* Data *

"use client";
// The chair's entries table: search, filters, sorting and paging run on the server (TanStack
// Query against /api/shows/[slug]/entries); TanStack Table v9 holds the sorting, the chosen
// columns (kept in localStorage) and the row selection for bulk actions.
import { useEffect, useId, useMemo, useState } from "react";
import { useQueryClient } from "@tanstack/react-query";
import { useTable, type RowSelectionState, type SortingState, type Updater } from "@tanstack/react-table";
import { ArrowDown, ArrowUp, ArrowUpDown, ChevronLeft, ChevronRight, Download, SearchX } from "lucide-react";
import { DIVISION_LABELS } from "@/components/entries/labels";
import { ENTRY_STATUS } from "@/components/entries/entry-status";
import { ButtonLink, Button } from "@/components/ui/button";
import { SelectField, TextField } from "@/components/ui/field";
import { EmptyState } from "@/components/ui/empty-state";
import { Table, TBody, Td, Th, THead, Tr } from "@/components/ui/table";
import { CHAIR_STATUSES, DIVISIONS, PAGE_SIZES, PAYMENT_STATES, SORT_KEYS, type EntriesListQuery, type SortKey } from "@/lib/schemas/chair-entries";
import { BulkActions } from "./bulk-actions";
import { useColumnVisibility } from "./column-prefs";
import { COLUMN_LABELS, DEFAULT_VISIBILITY, PAYMENT_LABELS, entryColumns, features } from "./columns";
import { chairEntryKeys, useChairEntries } from "./queries";
import type { ChairEntriesPage } from "./types";

type Props = { showSlug: string; initial: { query: EntriesListQuery; page: ChairEntriesPage } };

export function EntriesTable({ showSlug, initial }: Props) {
  const id = useId();
  const queryClient = useQueryClient();
  const [query, setQuery] = useState<EntriesListQuery>(initial.query);
  const [text, setText] = useState(initial.query.q);
  const [rowSelection, setRowSelection] = useState<RowSelectionState>({});
  const [columnVisibility, setColumnVisibility] = useColumnVisibility(DEFAULT_VISIBILITY);
  const { data, error, isFetching, isPlaceholderData } = useChairEntries(showSlug, query, initial);
  const page = data ?? initial.page;

  // Search as the chair types, a moment after the last key, from the first page.
  useEffect(() => {
    const t = setTimeout(() => setQuery((q) => (q.q === text.trim() ? q : { ...q, q: text.trim(), offset: 0 })), 300);
    return () => clearTimeout(t);
  }, [text]);

  const change = (patch: Partial<EntriesListQuery>) => setQuery((q) => ({ ...q, ...patch, offset: "offset" in patch ? patch.offset! : 0 }));
  const sorting = useMemo<SortingState>(() => [{ id: query.sort, desc: query.dir === "desc" }], [query.sort, query.dir]);
  const onSortingChange = (u: Updater<SortingState>) => {
    const next = typeof u === "function" ? u(sorting) : u;
    const first = next[0];
    if (first && (SORT_KEYS as readonly string[]).includes(first.id)) change({ sort: first.id as SortKey, dir: first.desc ? "desc" : "asc" });
    else change({ sort: "number", dir: "asc" });
  };

  const columns = useMemo(() => entryColumns(showSlug, page.show.timeZone, page.show.currency), [showSlug, page.show.timeZone, page.show.currency]);
  const table = useTable({
    features,
    columns,
    data: page.entries,
    getRowId: (row) => row.id,
    manualSorting: true,
    enableMultiSort: false,
    enableSortingRemoval: false,
    state: { sorting, rowSelection, columnVisibility },
    onSortingChange,
    onRowSelectionChange: setRowSelection,
    onColumnVisibilityChange: setColumnVisibility,
  });

  const selectedIds = Object.keys(rowSelection).filter((k) => rowSelection[k]);
  const from = page.total === 0 ? 0 : page.offset + 1;
  const to = page.offset + page.entries.length;
  const exportHref = `/api/shows/${encodeURIComponent(showSlug)}/entries/export`;

  return (
    <div className="space-y-5">
      <div className="grid gap-4 sm:grid-cols-2 lg:grid-cols-4">
        <TextField
          className="sm:col-span-2"
          label="Search"
          type="search"
          hint="Entry number, title, entrant name or e-mail"
          autoComplete="off"
          enterKeyHint="search"
          value={text}
          onChange={(e) => setText(e.target.value)}
        />
        <SelectField label="Status" value={query.status ?? ""} onChange={(e) => change({ status: (e.target.value || undefined) as EntriesListQuery["status"] })}>
          <option value="">Any status</option>
          {CHAIR_STATUSES.map((s) => (
            <option key={s} value={s}>
              {ENTRY_STATUS[s]?.label ?? s}
            </option>
          ))}
        </SelectField>
        <SelectField label="Payment" value={query.payment ?? ""} onChange={(e) => change({ payment: (e.target.value || undefined) as EntriesListQuery["payment"] })}>
          <option value="">Any payment</option>
          {PAYMENT_STATES.map((s) => (
            <option key={s} value={s}>
              {PAYMENT_LABELS[s]}
            </option>
          ))}
        </SelectField>
        <SelectField label="Division" value={query.division ?? ""} onChange={(e) => change({ division: (e.target.value || undefined) as EntriesListQuery["division"] })}>
          <option value="">Any division</option>
          {DIVISIONS.map((d) => (
            <option key={d} value={d}>
              {DIVISION_LABELS[d]}
            </option>
          ))}
        </SelectField>
        <SelectField label="Category" value={query.category ?? ""} onChange={(e) => change({ category: (e.target.value || undefined) as EntriesListQuery["category"] })}>
          <option value="">Any category</option>
          {page.categories.map((c) => (
            <option key={c.id} value={c.id}>
              {c.code} {c.name}
            </option>
          ))}
          <option value="none">Not in a category yet</option>
        </SelectField>
        <SelectField label="Judged" value={query.judged ?? ""} onChange={(e) => change({ judged: (e.target.value || undefined) as EntriesListQuery["judged"] })}>
          <option value="">Judged and display</option>
          <option value="judged">Judged</option>
          <option value="display">Display only</option>
        </SelectField>
      </div>

      <div className="flex flex-wrap items-start justify-between gap-3">
        <details className="rounded-card border border-line bg-surface">
          <summary className="flex min-h-tap cursor-pointer items-center px-4 font-semibold">Choose columns</summary>
          <fieldset className="grid gap-1 px-4 pb-3 sm:grid-cols-2">
            <legend className="sr-only">Columns to show</legend>
            {table
              .getAllLeafColumns()
              .filter((c) => c.getCanHide())
              .map((c) => (
                <label key={c.id} className="flex min-h-tap cursor-pointer items-center gap-3">
                  <input type="checkbox" className="size-5 accent-plum-600" checked={c.getIsVisible()} onChange={c.getToggleVisibilityHandler()} />
                  {COLUMN_LABELS[c.id] ?? c.id}
                </label>
              ))}
          </fieldset>
        </details>
        <ButtonLink href={exportHref} variant="secondary" prefetch={false} icon={<Download aria-hidden className="size-5" />}>
          Download spreadsheet
        </ButtonLink>
      </div>

      <BulkActions
        showSlug={showSlug}
        juried={page.show.juried}
        entryIds={selectedIds}
        onDone={() => {
          setRowSelection({});
          void queryClient.invalidateQueries({ queryKey: chairEntryKeys.show(showSlug) });
        }}
      />

      <p id={`${id}-count`} aria-live="polite" className="text-ink-muted">
        {error ? `The list could not be refreshed: ${error.message}` : isFetching && isPlaceholderData ? "Loading…" : `Entries ${from}–${to} of ${page.total}.`}
      </p>

      {page.entries.length === 0 ? (
        <EmptyState icon={SearchX} title="No entry matches">
          Try fewer filters, or search by the entry number.
        </EmptyState>
      ) : (
        // Tighter cell padding than the house table: eleven columns fit from 1280 px without scrolling sideways.
        <Table className="[&_th]:px-2.5 sm:[&_td]:px-2.5" caption={`Entries at ${page.show.name}, sorted by ${COLUMN_LABELS[query.sort]}`}>
          <THead>
            {table.getHeaderGroups().map((group) => (
              <tr key={group.id}>
                {group.headers.map((header) => {
                  const col = header.column;
                  if (col.id === "select") {
                    return (
                      <Th key={header.id} className="w-12">
                        <input
                          type="checkbox"
                          aria-label="Choose every entry on this page"
                          className="size-6 accent-plum-600"
                          checked={table.getIsAllPageRowsSelected()}
                          ref={(el) => {
                            if (el) el.indeterminate = table.getIsSomePageRowsSelected();
                          }}
                          onChange={table.getToggleAllPageRowsSelectedHandler()}
                        />
                      </Th>
                    );
                  }
                  const sorted = col.getIsSorted();
                  const Icon = sorted === "asc" ? ArrowUp : sorted === "desc" ? ArrowDown : ArrowUpDown;
                  return (
                    <Th key={header.id} aria-sort={sorted === "asc" ? "ascending" : sorted === "desc" ? "descending" : undefined}>
                      {col.getCanSort() ? (
                        <button type="button" onClick={col.getToggleSortingHandler()} className="inline-flex min-h-tap items-center gap-1 font-semibold">
                          <table.FlexRender header={header} />
                          <Icon aria-hidden className="size-4" />
                        </button>
                      ) : (
                        <table.FlexRender header={header} />
                      )}
                    </Th>
                  );
                })}
              </tr>
            ))}
          </THead>
          <TBody>
            {table.getRowModel().rows.map((row) => (
              <Tr key={row.id} aria-selected={row.getIsSelected()}>
                {row.getVisibleCells().map((cell) =>
                  cell.column.id === "select" ? (
                    <Td key={cell.id} label="Choose">
                      <label className="flex min-h-tap min-w-tap cursor-pointer items-center">
                        <input
                          type="checkbox"
                          className="size-6 accent-plum-600"
                          aria-label={`Choose No. ${row.original.entryNumber ?? ""} ${row.original.title}`}
                          checked={row.getIsSelected()}
                          onChange={row.getToggleSelectedHandler()}
                        />
                      </label>
                    </Td>
                  ) : (
                    <Td key={cell.id} label={COLUMN_LABELS[cell.column.id] ?? cell.column.id} primary={cell.column.id === "title"}>
                      <table.FlexRender cell={cell} />
                    </Td>
                  ),
                )}
              </Tr>
            ))}
          </TBody>
        </Table>
      )}

      <nav aria-label="Pages of entries" className="flex flex-wrap items-end gap-3">
        <Button variant="secondary" disabled={page.offset === 0} onClick={() => change({ offset: Math.max(0, page.offset - query.limit) })} icon={<ChevronLeft aria-hidden className="size-5" />}>
          Previous
        </Button>
        <Button variant="secondary" disabled={to >= page.total} onClick={() => change({ offset: page.offset + query.limit })} icon={<ChevronRight aria-hidden className="size-5" />}>
          Next
        </Button>
        <SelectField label="Per page" className="w-36" value={String(query.limit)} onChange={(e) => change({ limit: Number(e.target.value) })}>
          {PAGE_SIZES.map((n) => (
            <option key={n} value={n}>
              {n}
            </option>
          ))}
        </SelectField>
      </nav>
    </div>
  );
}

* Requirement *
For each line in the entries that contains the string "useTable", make a copy.

* Exercise answer *
import { useTable, type RowSelectionState, type SortingState, type Updater } from "@tanstack/react-table";
  const table = useTable({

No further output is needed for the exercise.